= John Dee (basketball) =

American basketball coach (1923–1999)

John Francis Dee, Jr. (September 12, 1923 - April 24, 1999) was head basketball coach at the University of Alabama from 1953 to 1956 and the University of Notre Dame from 1964 to 1971.

==Alabama Crimson Tide==
Dee had a coaching record of 68–25 in his time at Alabama. In 1956, the Crimson Tide stunned Adolph Rupp's Kentucky Wildcats with a 101–77 win with a team nicknamed the "Rocket 8". Jerry Harper was Dee's best player during his tenure at Alabama. The 1955–1956 team finished 21–3 overall and 14–0 in the SEC and attained the Tide's highest ranking up to that point at #4. However, due to all five starters having played as freshmen, they were all ruled as ineligible and the team was banned from participating in the 1956 NCAA basketball tournament.

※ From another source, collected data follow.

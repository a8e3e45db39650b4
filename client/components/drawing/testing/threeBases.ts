import type { ResultDocument } from '#shared/contracts/result';
import type { BuildingInput } from '#shared/engineering/input';
import { runBuilding } from '#shared/result/runBuilding';

import { sampleInput } from '../../../engine/testing/sampleBuilding.ts';

export const threeBasesInput: BuildingInput = {
  ...sampleInput,
  settings: { ...sampleInput.settings, basis: ['rigid', 'flexible', 'compatible'] },
};

function compute(): ResultDocument {
  const outcome = runBuilding(threeBasesInput);
  if (!outcome.ok) throw new Error(outcome.problems.map((problem) => problem.message).join('; '));
  return outcome.document;
}

/** The sample building under rigid, flexible and compatible. */
export const threeBases = compute();
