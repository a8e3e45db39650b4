const squareInchesPerSquareFoot = 144;

/**
 * L/Lo = 0.25 + 15/sqrt(KLL AT), AT in ft2 (given in in2), where KLL AT is at least 400 ft2; not below 0.50 for one floor and 0.40 for
 * two or more (ASCE/SEI 7 4.7.2). 1 where it does not apply.
 */
export function liveReductionFactor(areaIn2: number, floors: number, kll: number): number {
  const influenceFt2 = (kll * areaIn2) / squareInchesPerSquareFoot;
  if (floors === 0 || influenceFt2 < 400 * (1 - 1e-12)) return 1;
  return Math.min(1, Math.max(floors > 1 ? 0.4 : 0.5, 0.25 + 15 / Math.sqrt(influenceFt2)));
}
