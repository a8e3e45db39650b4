import type { WallLine } from '../model/model.ts';

/** How far the centroid of the story above stands from this story's along the wall, in; 0 at the top and where it does not move. */
export function centroidShiftIn(wall: WallLine, story: number): number {
  const segment = wall.segments[story - wall.fromStory];
  const above = wall.segments[story + 1 - wall.fromStory];
  if (!segment || !above) return 0;
  return (
    (above.centroidXIn - segment.centroidXIn) * segment.cos + (above.centroidYIn - segment.centroidYIn) * segment.sin
  );
}
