"""Ordinary kriging of points and blocks with the mean unknown.

Estimate and variance follow from one factorisation of the data covariance K = L L' (generalised
least squares form, Chilès & Delfiner 2012, section 3.4): with W = L⁻¹ c for the covariances c of a
target with the data and u = L⁻¹ 1,

    estimate = m + W' L⁻¹ (z - m),   variance = c00 - W'W + (1 - u'W)² / u'u.

Targets are taken in chunks of fixed memory, so that a million cells need no more than a thousand.
"""

from __future__ import annotations

from collections.abc import Sequence
from dataclasses import dataclass
from itertools import pairwise

import numpy as np
from scipy.linalg import solve_triangular

from schorl.geostat.covariance import correlation_in_place, correlations, distances, stretched
from schorl.geostat.support import Layout, data_covariance, layout_of
from schorl.geostat.threads import Room, for_each, one_blas_thread
from schorl.model.arrays import Floats
from schorl.model.variogram import Support, Variogram

#: Doubles of one work array: 2 MB, so that a chunk's arrays stay in a core's cache.
CHUNK_DOUBLES = 262_144
#: Bands of the triangular product: the more, the fewer products with zero, the smaller each.
BANDS = 6
#: More samples than this are kriged from neighbourhoods shared by tiles.
GLOBAL_UP_TO = 800
#: A point of the target this close to a sample (m) is at the sample.
SAME_PLACE_M = 1e-9


def krige(
    east_north_m: Floats,
    values: Floats,
    targets_m: Floats,
    variogram: Variogram,
    *,
    block_m: float | None = None,
    points_per_side: int = 4,
    filtered: bool = True,
    support: Sequence[Support] | None = None,
    neighbours: int | None = None,
) -> tuple[Floats, Floats]:
    """Ordinary kriging of points or square blocks.

    Parameters
    ----------
    east_north_m, values
        Samples, ``(n, 2)`` in metres and ``(n,)``; values may be ``(n, d)`` to krige d columns
        with one set of weights.
    targets_m
        Points or block centres, ``(m, 2)``.
    variogram
        Fitted variogram.
    block_m
        Side of the square block; None for points.
    points_per_side
        A block's mean is taken over this many centre points a side, its own diagonal included.
    filtered
        True: predict the structured part, without nugget (its variance has no nugget either).
        False: the exact interpolator with the nugget at distance zero, as gstat and PyKrige.
    support
        One ``Support`` a sample; None means points.
    neighbours
        Use only this many nearest samples of each target. None: all samples up to 800, above that
        overlapping tiles with shared neighbourhoods, blended so that no seam shows.

    Returns
    -------
    estimate, variance
        ``(m,)`` each (estimate ``(m, d)`` for d columns), in the unit of the values and its
        square; the variance is floored at 0.

    Raises
    ------
    ValueError
        Shapes do not fit, values are not finite, or the system is singular (two samples in one
        place without nugget).
    """
    table = np.asarray(values, dtype=np.float64)
    columns = table.reshape(len(table), -1)
    if not np.isfinite(columns).all():
        raise ValueError("values must be finite")
    layout = layout_of(east_north_m, support).turned(variogram)
    if len(columns) != len(layout.starts):
        raise ValueError(f"{len(columns)} values for {len(layout.starts)} samples")
    targets = Targets.of(
        np.asarray(targets_m, float), layout, variogram, block_m=block_m, side=points_per_side
    )
    with one_blas_thread():
        if neighbours is not None and neighbours < len(columns):
            from schorl.geostat.neighbourhoods import krige_nearest

            estimate, variance = krige_nearest(
                layout, columns, targets, variogram, filtered=filtered, neighbours=neighbours
            )
        elif len(columns) > GLOBAL_UP_TO and neighbours is None and layout.all_points:
            from schorl.geostat.neighbourhoods import krige_tiled

            estimate, variance = krige_tiled(layout, columns, targets, variogram, filtered=filtered)
        else:
            estimate, variance = krige_global(
                layout, columns, targets, variogram, filtered=filtered
            )
    return (estimate if table.ndim > 1 else estimate[:, 0]), variance


@dataclass(frozen=True, eq=False, kw_only=True)
class Targets:
    """Targets in the isotropic plane: centres ``(m, 2)`` and the offsets of a block's points."""

    centres_m: Floats
    offsets_m: Floats  # (k, 2); one zero row for points

    @classmethod
    def of(
        cls,
        targets_m: Floats,
        layout: Layout,
        variogram: Variogram,
        *,
        block_m: float | None,
        side: int,
    ) -> Targets:
        """Bring targets and block points into the plane of the layout."""
        if targets_m.ndim != 2 or targets_m.shape[1] != 2:
            raise ValueError(f"targets_m must have shape (m, 2), not {targets_m.shape}")
        turn = {"stretch": variogram.stretch, "stretch_deg": variogram.stretch_deg}
        offsets = np.zeros((1, 2)) if block_m is None else block_offsets(block_m, side)
        return cls(
            centres_m=stretched(targets_m, about_m=layout.about_m, **turn),
            offsets_m=stretched(offsets, about_m=np.zeros(2), **turn),
        )

    @property
    def block(self) -> bool:
        """Whether targets are blocks."""
        return len(self.offsets_m) > 1

    def part(self, chosen: slice | np.ndarray) -> Targets:
        """Some of the targets."""
        return Targets(centres_m=self.centres_m[chosen], offsets_m=self.offsets_m)

    def own_variance(self, variogram: Variogram, *, filtered: bool) -> float:
        """Variance of a target: partial sill over its points; a point's nugget where not filtered.

        A block's nugget averages out, so it is left out of its own variance.
        """
        if self.block:
            within = correlations(self.offsets_m, self.offsets_m, variogram)
            return variogram.partial_sill * float(within.mean())
        return variogram.partial_sill + (0.0 if filtered else variogram.nugget)


def block_offsets(block_m: float, side: int) -> Floats:
    """Centre points of ``side`` x ``side`` sub-cells about a block's centre, ``(side², 2)``."""
    steps = (np.arange(side) + 0.5) / side * block_m - block_m / 2.0
    east, north = np.meshgrid(steps, steps)
    return np.column_stack([east.ravel(), north.ravel()])


def sample_to_target(
    layout: Layout, targets: Targets, variogram: Variogram, *, filtered: bool, room: Room
) -> Floats:
    """Covariance between samples (rows) and targets (columns), ``(n, m)``, in the thread's room."""
    shape = len(layout.points_m), len(targets.centres_m)
    spare = room.array("spare", shape)
    total: Floats | None = None
    for offset in targets.offsets_m:
        gap = room.array("gap" if total is None else "next gap", shape)
        distances(targets.centres_m + offset, layout.points_m, out=gap, spare=spare)
        touching = not filtered and gap.min(initial=np.inf) <= SAME_PLACE_M
        at_sample = gap <= SAME_PLACE_M if touching else None
        shared = correlation_in_place(
            gap, variogram.family, variogram.practical_range_m, spare=spare
        )
        shared *= variogram.partial_sill
        if at_sample is not None:
            shared[at_sample] += variogram.nugget
        total = shared if total is None else np.add(total, shared, out=total)
    assert total is not None
    if targets.block:
        total /= len(targets.offsets_m)
    return layout.averaged(total)


@dataclass(frozen=True, eq=False, kw_only=True)
class System:
    """A factorised data covariance, ready for any number of targets."""

    inverse_lower: Floats  # L⁻¹, (n, n)
    linear: Floats  # K⁻¹ (z - m) in d rows and K⁻¹ 1 in the last, (d + 1, n)
    mean: Floats  # (d,)
    weight: float  # 1' K⁻¹ 1

    @classmethod
    def of(cls, layout: Layout, columns: Floats, variogram: Variogram) -> System:
        """Factorise once."""
        covariance = data_covariance(layout, replace_turn(variogram))
        try:
            lower = np.linalg.cholesky(covariance)
        except np.linalg.LinAlgError:
            raise ValueError(
                "the kriging system is singular: two samples lie in one place and the variogram "
                "has no nugget; average or drop one of them"
            ) from None
        count = len(covariance)
        inverse = solve_triangular(lower, np.eye(count), lower=True, check_finite=False)
        ones = inverse @ np.ones(count)
        weight = float(ones @ ones)
        flat = inverse @ columns
        mean = ones @ flat / weight
        scores = np.column_stack([flat - ones[:, None] * mean, ones])
        return cls(
            inverse_lower=inverse,
            linear=np.ascontiguousarray(scores.T @ inverse),
            mean=mean,
            weight=weight,
        )

    def predict(self, shared: Floats, own_variance: float, room: Room) -> tuple[Floats, Floats]:
        """Estimate ``(m, d)`` and variance ``(m,)`` from covariances ``(n, m)`` with the data."""
        direct = self.linear @ shared
        slack = 1.0 - direct[-1]
        variance = own_variance - self.explained(shared, room) + slack * slack / self.weight
        return direct[:-1].T + self.mean, np.maximum(variance, 0.0)

    def explained(self, shared: Floats, room: Room) -> Floats:
        """Sum of squares of L⁻¹ c for each target, ``(m,)``.

        By bands of rows: the upper right of L⁻¹ is zero, and a band needs no column beyond it.
        """
        count = len(shared)
        edges = np.linspace(0, count, min(BANDS, count) + 1).astype(np.intp)
        total = np.zeros(shared.shape[1])
        for top, end in pairwise(edges):
            band = room.array("band", (int(end - top), shared.shape[1]))
            np.matmul(self.inverse_lower[top:end, :end], shared[:end], out=band)
            total += np.einsum("ij,ij->j", band, band)
        return total


def replace_turn(variogram: Variogram) -> Variogram:
    """The variogram as seen in the plane where distances are already stretched."""
    if variogram.stretch == 1.0:
        return variogram
    from dataclasses import replace

    return replace(variogram, stretch=1.0, stretch_deg=0.0)


def krige_global(
    layout: Layout, columns: Floats, targets: Targets, variogram: Variogram, *, filtered: bool
) -> tuple[Floats, Floats]:
    """All samples for every target; threads over chunks of fixed size."""
    system = System.of(layout, columns, variogram)
    own = targets.own_variance(replace_turn(variogram), filtered=filtered)
    count = len(targets.centres_m)
    estimate, variance = np.empty((count, columns.shape[1])), np.empty(count)
    step = max(CHUNK_DOUBLES // max(len(layout.points_m), 1), 64)
    room = Room()

    def work(start: int) -> None:
        part = slice(start, min(start + step, count))
        chosen = targets.part(part)
        shared = sample_to_target(layout, chosen, variogram, filtered=filtered, room=room)
        estimate[part], variance[part] = system.predict(shared, own, room)
        if not filtered:
            _exact_at_samples(layout, columns, chosen, estimate[part], variance[part], own=own)

    for_each(range(0, count, step), work)
    return estimate, variance


def _exact_at_samples(
    layout: Layout,
    columns: Floats,
    targets: Targets,
    estimate: Floats,
    variance: Floats,
    *,
    own: float,
) -> None:
    """A target at a sample gives the sample back exactly, without rounding."""
    if targets.block or not layout.all_points:
        return
    near = np.flatnonzero(variance <= 1e-8 * own)  # spares the distances of all others
    gap = distances(targets.centres_m[near], layout.points_m)
    rows, cols = np.nonzero(gap <= SAME_PLACE_M)
    estimate[near[cols]] = columns[rows]
    variance[near[cols]] = 0.0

The team would subsequently not become eligible for the NCAA tournament again until 1975, when the NCAA began allowing two teams from each conference in the tournament

==NIBL==
Dee Coached the Denver-Chicago Truckers of the AAU National Industrial Basketball League from 1956 to 1961.

==Notre Dame==
During Dee's seven seasons at the helm of Notre Dame Basketball (1964–1971), he compiled a record of 116 wins and 80 losses. Dee led the Fighting Irish to four NCAA tournament appearances and one berth in the National Invitation Tournament. Dee culminated his coaching career at Notre Dame with four straight 20-win seasons, at the time the longest such streak in school history.

==Personal==

Dee was also an attorney who, following his career coaching at Notre Dame returned to his practice in Denver where he concentrated in Oil and Gas transactions.